The linear motor directly generates a linear driving force, and
thus, does not require a mechanical conversion device and a
complicated structure. Also, the linear motor may reduce a loss due
to energy conversion, and remarkably reduce noise by virtue of the
non-existence of a connection portion at which friction and
abrasion are caused. Also, when the linear type reciprocating
compressor (hereinafter, referred to as a "linear compressor") is
applied to a refrigerator or air conditioner, a compression ratio
may vary by changing a stroke voltage applied to the linear
compressor. Accordingly, the compressor may also be used for a
control of varying a freezing capacity.
In the linear compressor, as the piston is reciprocated without
being mechanically locked within the cylinder, the piston may
collide with (or crash into) a wall of the cylinder when an
excessive voltage is applied suddenly, or a compression may not be
properly executed when the piston fails to move forward due to a
great load. Therefore, a control device for controlling the motion
of the piston in response to a variation of the load or voltage is
needed.
In general, a compressor control device executes a feedback control
by detecting voltage and current applied to a compressor motor and
estimating a stroke in a sensor-less manner. In this instance, the
compressor control device includes a triac or an inverter that
controls the compressor.
The linear compressor performing the feedback control can detect a
top dead center (TDC) of the piston only after the piston collides
with a discharge valve provided on a discharge unit or device of
the cylinder, thereby generating noise due to the collision between
the piston and the discharge valve. That is, when the piston
collides with the discharge valve in the general linear compressor,
a stroke estimation is executed to determine that the piston
reaches the TDC of the cylinder. Accordingly, collision noise
between the piston and the discharge valve is inevitable.

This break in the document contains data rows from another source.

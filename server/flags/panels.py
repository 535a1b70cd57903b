"""What the unit page shows of flags and installations (kept here so the page stays small)."""

from __future__ import annotations

from dataclasses import dataclass
from datetime import UTC, datetime
from typing import Any

from sqlalchemy.orm import object_session

from server.flags import service
from server.flags.models import EventKind
from server.fleet.models import Unit

DATETIME_LOCAL = "%Y-%m-%dT%H:%M"


@dataclass(frozen=True, slots=True)
class EventForm:
    """The installation form's typed text, kept on a re-render."""

    kind: str
    location: str = ""
    at: str = ""
    note: str = ""
    error: str | None = None
    error_field: str | None = None


def blank_event_form(unit: Unit) -> EventForm:
    """Remove when installed, else install; now (UTC)."""
    kind = EventKind.removed if unit.status.value == "installed" else EventKind.installed
    return EventForm(kind=kind.value, at=datetime.now(UTC).strftime(DATETIME_LOCAL))


def unit_panels(unit: Unit, form: EventForm | None = None) -> dict[str, Any]:
    """The unit's flags and installation events, and the installation form."""
    session = object_session(unit)
    events = service.list_events(session, unit) if session is not None else []
    return {
        "unit_flags": service.flags_of(unit),
        "events": list(reversed(events)),
        "event_form": form or blank_event_form(unit),
        "flag_titles": service.TITLES,
    }
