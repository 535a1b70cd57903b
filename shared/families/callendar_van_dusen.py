"""callendar_van_dusen: R = R0 (1 + A t + B t^2 [+ C (t - 100) t^3 for t < 0]). Platinum RTDs.

The law of IEC 60751 states the reading R (ohm) as a function of the value t (degC, ITS-90):

    R(t) = R0 (1 + A t + B t^2)                     for t >= 0 degC
    R(t) = R0 (1 + A t + B t^2 + C (t - 100) t^3)   for t < 0 degC

Parameters R0 (ohm), A (1/degC), B (1/degC^2), C (1/degC^4); IEC 60751 gives A = 3.9083e-3,
B = -5.775e-7, C = -4.183e-12 for the standard curve. C acts only below 0 degC, so it is fitted
only when some used point lies below 0 degC: the option ``below_zero`` is ``"auto"`` (default;
fit() resolves it from the used points to True or False, which is what the Fit records), True
(fit C; then at least one point must be below 0 degC) or False (the quadratic law at every t, no C).

The family is fitted in its natural direction (``direction = "reading_from_value"``): R is
linear in (R0, R0 A, R0 B, R0 C), so the weighted least squares in reading space (weights as
given, reading-space) is solved in closed form, followed by one step of iterative refinement of
its residuals (the polish: for a problem linear in the coefficients it recovers the digits the
first QR solve loses to rounding). Values are converted from readings exactly: the root of the
quadratic for t >= 0 (written so that B = 0 and B -> 0 are exact too) and Newton's method on the
full law below 0 degC, started from the quadratic root (a few steps to machine precision).
``jacobian`` (d t / d params) and ``slope`` (d t / d R) follow by implicit differentiation.
"""

from __future__ import annotations

from collections.abc import Mapping
from types import MappingProxyType
from typing import Any

import numpy as np

from shared.errors import BadInput, SingularFit
from shared.families.base import (
    Array,
    Options,
    Solution,
    check_known_options,
    unscaled_covariance,
    weighted_lstsq,
)

NEWTON_MAX_ITER = 50
NEWTON_RTOL = 1e-15  # relative step below which Newton has converged (plus an absolute 1e-12 degC)
BELOW_ZERO = ("auto", True, False)


def _has_c(params: Array) -> bool:
    return len(params) == 4


def _poly(params: Array, t: Array) -> tuple[Array, Array]:
    """(R / R0, d(R / R0) / dt) at temperatures t (degC)."""
    a, b = params[1], params[2]
    ratio = 1.0 + a * t + b * t**2
    deriv = a + 2.0 * b * t
    if _has_c(params):
        c = params[3]
        below = t < 0
        ratio = ratio + np.where(below, c * (t - 100.0) * t**3, 0.0)
        deriv = deriv + np.where(below, c * (4.0 * t**3 - 300.0 * t**2), 0.0)
    return ratio, deriv


class CallendarVanDusen:
    """R = R0 (1 + A t + B t^2 [+ C (t - 100) t^3 below 0 degC]); t in degC, R in ohm."""

    name = "callendar_van_dusen"
    formula = "R = R0·(1 + A·t + B·t² [+ C·(t − 100)·t³ for t < 0 °C])"
    typical = "platinum RTD (Pt100, Pt1000)"
    options: Mapping[str, Any] = MappingProxyType({"below_zero": "auto"})
    foldback = False
    direction = "reading_from_value"

    def check_options(self, options: Options) -> dict[str, Any]:
        opts = check_known_options(self.name, options, self.options)
        choice = opts["below_zero"]
        if not any(choice is ok or (isinstance(choice, str) and choice == ok) for ok in BELOW_ZERO):
            raise BadInput(
                f"callendar_van_dusen: below_zero must be 'auto', True or False, not {choice!r}"
            )
        return opts

    def bind_options(self, reading: Array, value: Array, options: Options) -> dict[str, Any]:
        """Resolve ``below_zero="auto"``: fit C iff some used point lies below 0 degC."""
        opts = dict(options)
        if opts["below_zero"] == "auto":
            opts["below_zero"] = bool(np.any(np.asarray(value) < 0))
        return opts

    def param_names(self, options: Options) -> tuple[str, ...]:
        """(R0, A, B, C), or (R0, A, B) when below_zero is False (unresolved "auto": all four)."""
        return ("R0", "A", "B") if options["below_zero"] is False else ("R0", "A", "B", "C")

    # -- the natural direction: reading from value ------------------------------------------------
    def reading_of(self, params: Array, value: Array, options: Options) -> Array:
        """R (ohm) at temperature ``value`` (degC): the law itself."""
        out: Array = params[0] * _poly(params, np.asarray(value, dtype=float))[0]
        return out

    def reading_slope(self, params: Array, value: Array) -> Array:
        """d R / d t (ohm per degC) at temperature ``value`` (degC)."""
        out: Array = params[0] * _poly(params, np.asarray(value, dtype=float))[1]
        return out

    def reading_jacobian(self, params: Array, value: Array) -> Array:
        """d R / d params at temperature ``value`` (degC), shape (n, k)."""
        t = np.asarray(value, dtype=float)
        r0 = params[0]
        cols = [_poly(params, t)[0], r0 * t, r0 * t**2]
        if _has_c(params):
            cols.append(np.where(t < 0, r0 * (t - 100.0) * t**3, 0.0))
        return np.stack(cols, axis=-1)

    # -- value from reading, exactly --------------------------------------------------------------
    def evaluate(self, params: Array, reading: Array, options: Options) -> Array:
        """t (degC) with R(t) = reading; NaN where no such t exists on the rising branch."""
        r0, a, b = params[0], params[1], params[2]
        shape = np.shape(reading)
        x = np.atleast_1d(np.asarray(reading, dtype=float)) / r0 - 1.0
        # the root of B t^2 + A t - x = 0 that is 0 at x = 0, free of cancellation
        with np.errstate(divide="ignore", invalid="ignore"):
            disc = np.sqrt(a * a + 4.0 * b * x)
            t: Array = 2.0 * x / (a + np.copysign(disc, a))
        below = np.flatnonzero(np.isfinite(t) & (t < 0))
        if not _has_c(params) or below.size == 0:
            return t.reshape(shape)
        target = x[below] + 1.0
        tb = t[below]
        converged = np.zeros(tb.shape, dtype=bool)
        with np.errstate(divide="ignore", invalid="ignore", over="ignore"):
            for _ in range(NEWTON_MAX_ITER):
                ratio, deriv = _poly(params, tb)
                step = (ratio - target) / deriv
                tb = tb - step
                converged = np.abs(step) <= NEWTON_RTOL * np.abs(tb) + 1e-12
                if np.all(converged | ~np.isfinite(tb)):
                    break
        t[below] = np.where(converged & np.isfinite(tb), tb, np.nan)
        return t.reshape(shape)

    def slope(self, params: Array, reading: Array, options: Options) -> Array:
        """d t / d R = 1 / (d R / d t) at t = evaluate(R), degC per ohm."""
        out: Array = 1.0 / self.reading_slope(params, self.evaluate(params, reading, options))
        return out

    def jacobian(self, params: Array, reading: Array, options: Options) -> Array:
        """d t / d params = -(d R / d params) / (d R / d t) at t = evaluate(R) (implicit)."""
        t = self.evaluate(params, reading, options)
        out: Array = -self.reading_jacobian(params, t) / self.reading_slope(params, t)[..., None]
        return out

    def solve(self, reading: Array, value: Array, weight: Array, options: Options) -> Solution:
        """Weighted least squares of R on t (reading space; ``weight`` is per reading)."""
        t = value
        choice = options["below_zero"]
        with_c = bool(np.any(t < 0)) if choice == "auto" else choice is True
        if with_c and not np.any(t < 0):
            raise SingularFit(
                "callendar_van_dusen: below_zero=True, but no point lies below 0 degC, so C "
                "(which acts only there) cannot be determined; use below_zero='auto' or False"
            )
        cols = [np.ones_like(t), t, t**2]
        if with_c:
            cols.append(np.where(t < 0, (t - 100.0) * t**3, 0.0))
        design = np.stack(cols, axis=-1)
        coef, _ = weighted_lstsq(design, reading, weight)
        coef = coef + weighted_lstsq(design, reading - design @ coef, weight)[0]  # refinement
        if not coef[0] > 0:
            raise SingularFit(f"callendar_van_dusen: the fitted R0 = {coef[0]:.6g} ohm is not > 0")
        params = np.concatenate([coef[:1], coef[1:] / coef[0]])
        cov = unscaled_covariance(self.reading_jacobian(params, t), weight)
        return Solution(params=params, cov_unscaled=cov)


FAMILY = CallendarVanDusen()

BRIEF DESCRIPTION OF THE DRAWINGS
Embodiments will be described in detail with reference to the
following drawings in which like reference numerals refer to like
elements, and wherein:
FIG. 1A is a conceptual view illustrating one example of a related
art recipro type reciprocating compressor;
FIG. 1B is a conceptual view illustrating one example of a related
art linear type reciprocating compressor;
FIG. 2A is a conceptual view illustrating one embodiment related to
a top dead center (TDC) control of a related art compressor;
FIG. 2B is a graph showing various parameters used in the TDC
control of the related art compressor;
FIG. 2C is a graph showing a relationship between a stroke of the
related art compressor and a load applied to a piston;
FIG. 2D is a block diagram of components of a compressor according
to an embodiment;
FIGS. 3A and 3B are conceptual views illustrating an embodiment
related to a groove formed on an inner wall of a cylinder in a
reciprocating compressor according to an embodiment;
FIG. 4A is a sectional view of a compressor having a discharge unit
or device having a valve plate in accordance with an
embodiment;
FIG. 4B is a conceptual view illustrating components of the
discharge unit or device of the compressor according to an
embodiment;
FIG. 5A is a conceptual view illustrating one embodiment related to
a control of a compressor according to an embodiment;
FIGS. 5B and 5C are graphs showing changes in various parameters
used for controlling a compressor according to the embodiment
illustrated in FIG. 5A;
FIG. 6A is a conceptual view illustrating another embodiment
related to a control of the compressor according to an
embodiment;
FIG. 6B is a graph showing changes in various parameters used for
controlling the compressor according to the embodiment illustrated
in FIG. 6A;
FIG. 7A is a conceptual view illustrating another embodiment
related to a control of a compressor according to an
embodiment;
FIG. 7B is a graph showing changes in various parameters used for
controlling the compressor according to the embodiment illustrated
in FIG. 7A;
FIGS. 8A to 8C are graphs showing time-based changes in various
parameters used for controlling the compressor according to an
embodiment;
FIG. 9 is a graph showing a trend line associated with a parameter
used for controlling a compressor according to an embodiment;
and
FIG. 10A to 10C is a conceptual view illustrating a detailed
embodiment of a pressure changing unit or device of a compressor
according to an embodiment.
DETAILED DESCRIPTION
Hereinafter, description will be given in detail of embodiments
disclosed herein with reference to the accompanying drawings. It
should be noted that technological terms used herein are merely
used to describe embodiments, but not to limit the embodiments.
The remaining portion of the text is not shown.